Now need to figure out the sound unit... is the sound unit wired to the motors or the track?


----------



## MikeMcL (Apr 25, 2013)

Thanks Mike and Greg,

I had to go out of town the last two days sorry for the delay in my reply. Yes, I was thinking Digitrax also. Greg, the programming track is not able to read any CVs. JMRI reports no decoder detected. Possibly because of the way it is all wired together? I am using JMRI, and really forget how to program with the Digitrax throttle, it was such a pain in the arse, and my railroading improved 500% when I started using JMRI to program and control my Digitrax DCS. I will have to figure this out because the momentum is so high, it drives me crazy. I haven't tried programming on the main, but will read up on that too.

So I may be able to do something with the decoder, now that I'm sure it's Digitrax, but I hope to turn the sound up. I'm sure it's set on low volume because it was used on an indoor layout.

The sound decoder is connected to the track. On the one side there is that big resistor tied into the blue/white wires that go to the toggle switch labeled "Sound run/prog". The motor connections from the Digitrax go straight back to the motor blocks.

Can I assume the toggle should be set to Prog in order to program the Digitrax motor decoder? or to program the sound decoder?


----------



## Greg Elmassian (Jan 3, 2008)

Mike disconnect one power lead of the sound decoder, and make sure no lights are connected directly to the power pickups.

If you get stuck, unplug the Digitrax decoder, get an NMRA plug and just connect the decoder to the programming track.

(You are SURE you are in service mode with JMRI right?)

(I think the programming switch might be for the sound decoder)

Greg


----------



## MikeMcL (Apr 25, 2013)

Thanks Greg, I hope to tackle this over the weekend. At least get the momentum under control, then I can worry about the sound volume.


----------



## MikeMcL (Apr 25, 2013)

So I was able to program on the main (OPS mode programming) to set the momentum CVs to a more reasonable value. I wasn't able to read CVs no matter how I tried.

1. I connected the program track to the DCS200, tried reading with the added switch on the loco set to run and program.
2. Connected the program track directly to the PR3, set preferences to stand alone programmer and rebooted, no read either way the switch was set.
3. Tried Ops mode (programming on the main) with the switch in either direction, no read. But was able to write changes on the sheet. I only changed acceleration and deceleration settings, and that worked for the momentum.

I assume Digitrax OPS programming doesn't allow to read CVs? Or is it something with this installation? I guess I could try with one of my other locos to be sure.

So at this point, if anyone knows CV to set volume on a Soundtraxx DSX sound only decoder, that might help.

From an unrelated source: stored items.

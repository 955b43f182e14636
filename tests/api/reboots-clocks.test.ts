import { QueryTypes } from 'sequelize';
import { describe, expect, it } from 'vitest';
import { runSilenceCheck } from '../../server/jobs/silenceCheck';
import { Node } from '../../server/models';
import { buildUser, call, signIn, useApi, type TestContext, ingestTokenFor, postReports } from '../helpers/api';
import { manualClock } from '../helpers/clock';
import { buildNode } from '../helpers/factories';

const clock = manualClock('2026-06-01T12:00:00Z');
const BOOT_A = '0f6c2d4e-1a2b-4c3d-8e9f-a1b2c3d4e5f6';
const BOOT_B = '7d1e9a30-5b6c-4d7e-9f80-112233445566';
const report = (seq: number, extra: object = {}) => ({ seq, sentAt: '2026-06-01T12:00:00Z', ...extra });

const tokenFor = ingestTokenFor;
const post = postReports;
const seqRows = (ctx: TestContext, nodeId: number) =>
  ctx.sequelize.query<{ boot_id: string; seq: string }>(
    "SELECT coalesce(boot_id, '') AS boot_id, seq::text FROM heartbeats WHERE node_id = $1 ORDER BY received_at, boot_id, seq",
    { bind: [nodeId], type: QueryTypes.SELECT },
  );

describe('reports across reboots (bootId, seq)', () => {
  const ctx = useApi({ now: clock.now });

  it('accepts a rebooted router counting from 1 again, and its reports move its state', async () => {
    clock.set('2026-06-01T12:00:00Z');
    await runSilenceCheck(ctx.sequelize, ctx.config, clock.now(), 1000);
    const node = await buildNode();
    await Node.update({ reportIntervalS: 60 }, { where: { id: node.id } });
    const token = await tokenFor(ctx, node.id);
    expect((await post(ctx, token, report(41, { bootId: BOOT_A }))).body).toEqual({ accepted: 1, duplicates: 0 });
    // Silent for three intervals: offline.
    clock.advance(1);
    await runSilenceCheck(ctx.sequelize, ctx.config, clock.now(), 1000);
    clock.advance(181);
    await runSilenceCheck(ctx.sequelize, ctx.config, clock.now(), 1_000_000);
    expect((await Node.findByPk(node.id))!.state).toBe('offline');

    // The router reboots: new boot id, counter back at 1 (lower than 41, and seq 1 was never sent by boot A).
    clock.advance(30);
    const res = await post(ctx, token, report(1, { bootId: BOOT_B, sentAt: clock.now().toISOString() }));
    expect(res.status).toBe(202);
    expect(res.body).toEqual({ accepted: 1, duplicates: 0 });
    const after = (await Node.findByPk(node.id))!;
    expect(after.state).toBe('online');
    expect(after.lastSeq).toBe('1');
    expect((after.lastReport as { bootId: string }).bootId).toBe(BOOT_B);

    // The same seq from the same boot is a duplicate; from the old boot it is new but moves nothing.
    expect((await post(ctx, token, report(1, { bootId: BOOT_B }))).body).toEqual({ accepted: 0, duplicates: 1 });
    expect((await post(ctx, token, report(42, { bootId: BOOT_A }))).body).toEqual({ accepted: 1, duplicates: 0 });
    expect((await Node.findByPk(node.id))!.lastSeq).toBe('1');
    expect((await post(ctx, token, report(2, { bootId: BOOT_B }))).body).toEqual({ accepted: 1, duplicates: 0 });
    expect((await Node.findByPk(node.id))!.lastSeq).toBe('2');
    expect((await seqRows(ctx, node.id)).map((r) => `${r.boot_id.slice(0, 4)}:${r.seq}`).sort()).toEqual(['0f6c:41', '0f6c:42', '7d1e:1', '7d1e:2']);
  });

  it('is no longer stuck after a report with seq 2^53 - 1: the next boot moves it again', async () => {
    const node = await buildNode();
    const token = await tokenFor(ctx, node.id);
    expect((await post(ctx, token, report(2 ** 53 - 1, { bootId: BOOT_A }))).status).toBe(202);
    expect((await Node.findByPk(node.id))!.lastSeq).toBe(String(2 ** 53 - 1));
    const weak = { radios: [{ iface: 'wlan0', signalDbm: -70 }] };
    expect((await post(ctx, token, report(1, { bootId: BOOT_B, ...weak }))).status).toBe(202);
    const after = (await Node.findByPk(node.id))!;
    expect(after.lastSeq).toBe('1');
    expect((after.lastReport as { signalDbm: number }).signalDbm).toBe(-70);
  });

  it('keeps (node, seq) as the identity of reports without a boot id', async () => {
    const node = await buildNode();
    const token = await tokenFor(ctx, node.id);
    expect((await post(ctx, token, { reports: [report(5), report(6)] })).body).toEqual({ accepted: 2, duplicates: 0 });
    expect((await post(ctx, token, report(5))).body).toEqual({ accepted: 0, duplicates: 1 });
    expect((await post(ctx, token, report(3))).body).toEqual({ accepted: 1, duplicates: 0 });
    expect((await Node.findByPk(node.id))!.lastSeq).toBe('6');
  });

  it('takes a batch spanning a reboot whole, and the new boot speaks for the node', async () => {
    const node = await buildNode();
    const token = await tokenFor(ctx, node.id);
    const res = await post(ctx, token, { reports: [report(7, { bootId: BOOT_A }), report(8, { bootId: BOOT_A }), report(1, { bootId: BOOT_B })] });
    expect(res.body).toEqual({ accepted: 3, duplicates: 0 });
    expect((await Node.findByPk(node.id))!.lastSeq).toBe('1');
  });

  // The store function skips the duplicate probe for reports above the node's watermark (nodes.stored_seq
  // for nodes.stored_boot_id). These are the ways a report gets stored above it without moving the node.
  it('finds a resent report that was stored above the watermark by a batch that moved nothing', async () => {
    const node = await buildNode();
    const token = await tokenFor(ctx, node.id);
    expect((await post(ctx, token, report(10, { bootId: BOOT_A }))).body).toEqual({ accepted: 1, duplicates: 0 });
    expect((await post(ctx, token, report(1, { bootId: BOOT_B }))).body).toEqual({ accepted: 1, duplicates: 0 });
    // Boot B speaks now (seq 1). A batch ending in the older boot A moves nothing, but stores B's seq 30.
    const odd = await post(ctx, token, { reports: [report(30, { bootId: BOOT_B }), report(11, { bootId: BOOT_A })] });
    expect(odd.body).toEqual({ accepted: 2, duplicates: 0 });
    expect((await Node.findByPk(node.id))!.lastSeq).toBe('1');
    // Resending B's seq 30 is a duplicate even though it is above what the node last said; seq 29 is new.
    expect((await post(ctx, token, report(30, { bootId: BOOT_B }))).body).toEqual({ accepted: 0, duplicates: 1 });
    expect((await post(ctx, token, report(29, { bootId: BOOT_B }))).body).toEqual({ accepted: 1, duplicates: 0 });
    expect((await post(ctx, token, { reports: [report(29, { bootId: BOOT_B }), report(31, { bootId: BOOT_B })] })).body).toEqual({
      accepted: 1,
      duplicates: 1,
    });
    const rows = await seqRows(ctx, node.id);
    expect(rows.map((r) => `${r.boot_id.slice(0, 4)}:${r.seq}`).sort()).toEqual(['0f6c:10', '0f6c:11', '7d1e:1', '7d1e:29', '7d1e:30', '7d1e:31']);
  });

  it('finds duplicates of reports stored before the watermark was known, and after a move back to reports without a boot id', async () => {
    const node = await buildNode();
    const token = await tokenFor(ctx, node.id);
    expect((await post(ctx, token, { reports: [report(5, { bootId: BOOT_A }), report(6, { bootId: BOOT_A })] })).body).toEqual({ accepted: 2, duplicates: 0 });
    // As a node row that predates the watermark (or whose watermark was lost) looks: unknown.
    await ctx.sequelize.query('UPDATE nodes SET stored_boot_id = NULL, stored_seq = NULL WHERE id = $1', { bind: [node.id] });
    expect((await post(ctx, token, { reports: [report(6, { bootId: BOOT_A }), report(7, { bootId: BOOT_A })] })).body).toEqual({ accepted: 1, duplicates: 1 });
    // Reports without a boot id are their own series: seq 7 of "no boot" is new, then a duplicate.
    expect((await post(ctx, token, report(7))).body).toEqual({ accepted: 1, duplicates: 0 });
    expect((await post(ctx, token, report(7))).body).toEqual({ accepted: 0, duplicates: 1 });
    expect((await post(ctx, token, report(6, { bootId: BOOT_A }))).body).toEqual({ accepted: 0, duplicates: 1 });
    const [wm] = await ctx.sequelize.query<{ stored_boot_id: string | null; stored_seq: string | null }>(
      'SELECT stored_boot_id, stored_seq::text FROM nodes WHERE id = $1',
      { bind: [node.id], type: QueryTypes.SELECT },
    );
    expect(wm).not.toEqual({ stored_boot_id: null, stored_seq: null });
    expect((await seqRows(ctx, node.id)).length).toBe(4);
  });

  it('refuses a malformed boot id with 400 naming the field', async () => {
    const node = await buildNode();
    const token = await tokenFor(ctx, node.id);
    const res = await post(ctx, token, { reports: [report(1), report(2, { bootId: 'x'.repeat(65) })] });
    expect(res.status).toBe(400);
    expect(res.body.error.details[0].path).toBe('reports.1.bootId');
    expect((await post(ctx, token, report(3, { bootId: "'; DROP TABLE nodes; --" }))).status).toBe(400);
  });
});

describe('a node whose clock is plainly wrong', () => {
  const ctx = useApi({ now: clock.now });

  it.each([
    ['0000-01-01T00:00:00Z', 'too-early'],
    ['1970-01-01T00:00:00Z', 'too-early'],
    ['2019-12-31T23:59:59Z', 'too-early'],
    ['9999-12-31T23:59:59Z', 'ahead'],
    ['2026-06-02T12:00:01Z', 'ahead'], // a day and a second ahead of the server
  ])('accepts sentAt %s, stores it as unknown and shows clock trouble (%s)', async (sentAt, kind) => {
    clock.set('2026-06-01T12:00:00Z');
    const node = await buildNode();
    const token = await tokenFor(ctx, node.id);
    const res = await post(ctx, token, report(1, { sentAt }));
    expect(res.status).toBe(202);
    expect(res.body).toEqual({ accepted: 1, duplicates: 0 });
    const [row] = await ctx.sequelize.query<{ sent_at: Date | null }>('SELECT sent_at FROM heartbeats WHERE node_id = $1', {
      bind: [node.id],
      type: QueryTypes.SELECT,
    });
    expect(row.sent_at).toBeNull();
    const admin = await signIn(ctx, await buildUser({ role: 'admin' }));
    const shown = await call(admin, 'get', `/api/v1/nodes/${node.id}`);
    expect(shown.body.data.lastReport.clockTrouble).toEqual({ kind, reportedSentAt: sentAt });
    expect(shown.body.data.lastReport.sentAt).toBeNull();
    expect(shown.body.data.state).toBe('online');
  });

  it('keeps a plausible clock as sent, without trouble (a day ahead exactly is still plausible)', async () => {
    clock.set('2026-06-01T12:00:00Z');
    const node = await buildNode();
    const token = await tokenFor(ctx, node.id);
    expect((await post(ctx, token, report(1, { sentAt: '2026-06-02T12:00:00Z' }))).status).toBe(202);
    expect((await post(ctx, token, report(2, { sentAt: '2026-06-01T13:30:00+01:30' }))).status).toBe(202);
    const rows = await ctx.sequelize.query<{ sent_at: Date }>('SELECT sent_at FROM heartbeats WHERE node_id = $1 ORDER BY seq', {
      bind: [node.id],
      type: QueryTypes.SELECT,
    });
    expect(rows.map((r) => new Date(r.sent_at).toISOString())).toEqual(['2026-06-02T12:00:00.000Z', '2026-06-01T12:00:00.000Z']);
    expect(((await Node.findByPk(node.id))!.lastReport as { clockTrouble: unknown }).clockTrouble).toBeNull();
  });

  it('does not refuse a batch because one report has an absurd clock', async () => {
    const node = await buildNode();
    const token = await tokenFor(ctx, node.id);
    const res = await post(ctx, token, { reports: [report(1), report(2, { sentAt: '0000-01-01T00:00:00Z' }), report(3)] });
    expect(res.status).toBe(202);
    expect(res.body).toEqual({ accepted: 3, duplicates: 0 });
  });
});

describe('inputs that used to reach PostgreSQL unchecked', () => {
  const ctx = useApi({ now: clock.now });

  it.each([
    '/api/v1/links/2147483648/health',
    '/api/v1/nodes/2147483648',
    '/api/v1/nodes/99999999999999999999999',
    '/api/v1/sites/2147483648',
    '/api/v1/neighbourhoods/2147483648/summary',
    '/api/v1/radios/9007199254740993',
    '/api/v1/outages/2147483648',
    '/api/v1/users/2147483648',
    '/api/v1/nodes/2147483648/series',
  ])('GET %s is 404, never 500', async (url) => {
    const admin = await signIn(ctx, await buildUser({ role: 'admin' }));
    const res = await call(admin, 'get', url);
    expect(res.status).toBe(404);
    expect(res.body.error.code).toBe('not_found');
  });

  it('answers 400 for an id beyond the integer range in a body or a filter', async () => {
    const admin = await signIn(ctx, await buildUser({ role: 'admin' }));
    const created = await call(admin, 'post', '/api/v1/nodes', { name: 'far-away', siteId: 2147483648 });
    expect(created.status).toBe(400);
    expect(created.body.error.details[0]).toEqual({ path: 'siteId', message: 'siteId must be at most 2147483647; no record has a larger id' });
    const listed = await call(admin, 'get', '/api/v1/nodes?neighbourhoodId=2147483648');
    expect(listed.status).toBe(400);
  });

  it('answers 400, not 500, for a NUL byte in a search', async () => {
    const admin = await signIn(ctx, await buildUser({ role: 'admin' }));
    const res = await call(admin, 'get', '/api/v1/nodes?q=a%00b');
    expect([200, 400]).toContain(res.status);
  });
});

I looked at George Schreyers page, but I didn't find the CV values.


----------



## Greg Elmassian (Jan 3, 2008)

Ops mode can NEVER read back on a DCC system, only service mode (programming track)...

I gather you read here: http://www.girr.org/girr/tips/tips8/dsx_tips.html

Notice the PG mode, and the comments about difficulty programming the decoder.

George was using an NCE system, which has multiple modes of programming on the programming track in service mode... page mode, register mode and direct mode. Not all DCC systems do this, but also notice he said the volume was low.. 


Try this page: http://www.railwayeng.com/dsx_cvs.htm

You will see the master volume is CV 50

Regards, Greg


----------



## MikeMcL (Apr 25, 2013)

Thanks Greg, yeah t that was George's page I found. There are two additional breadboards in the loco. Wish I read this before I opened it up. Could be the afterburner amplification he talks about? I don't want to open then up again, at least not now. They are running well in consist and much better without so much momentum.

The other link you posted is most helpful. I will try ops mode with the toggle set to prog and see if I can get more volume. Thanks so much for your help!


----------



## Greg Elmassian (Jan 3, 2008)

Any time Mike, glad you made progress!

Greg


----------



## MikeMcL (Apr 25, 2013)

So, I managed to send a CV 50 in ops mode to the loco using direct mode. Tried with page mode and it said no decoder, so I tried direct mode and the digitrax throttle said good.

But there is no change in volume, but now the headlight flashes! LOL I had the toggle switch on the loco set to sound prog!


----------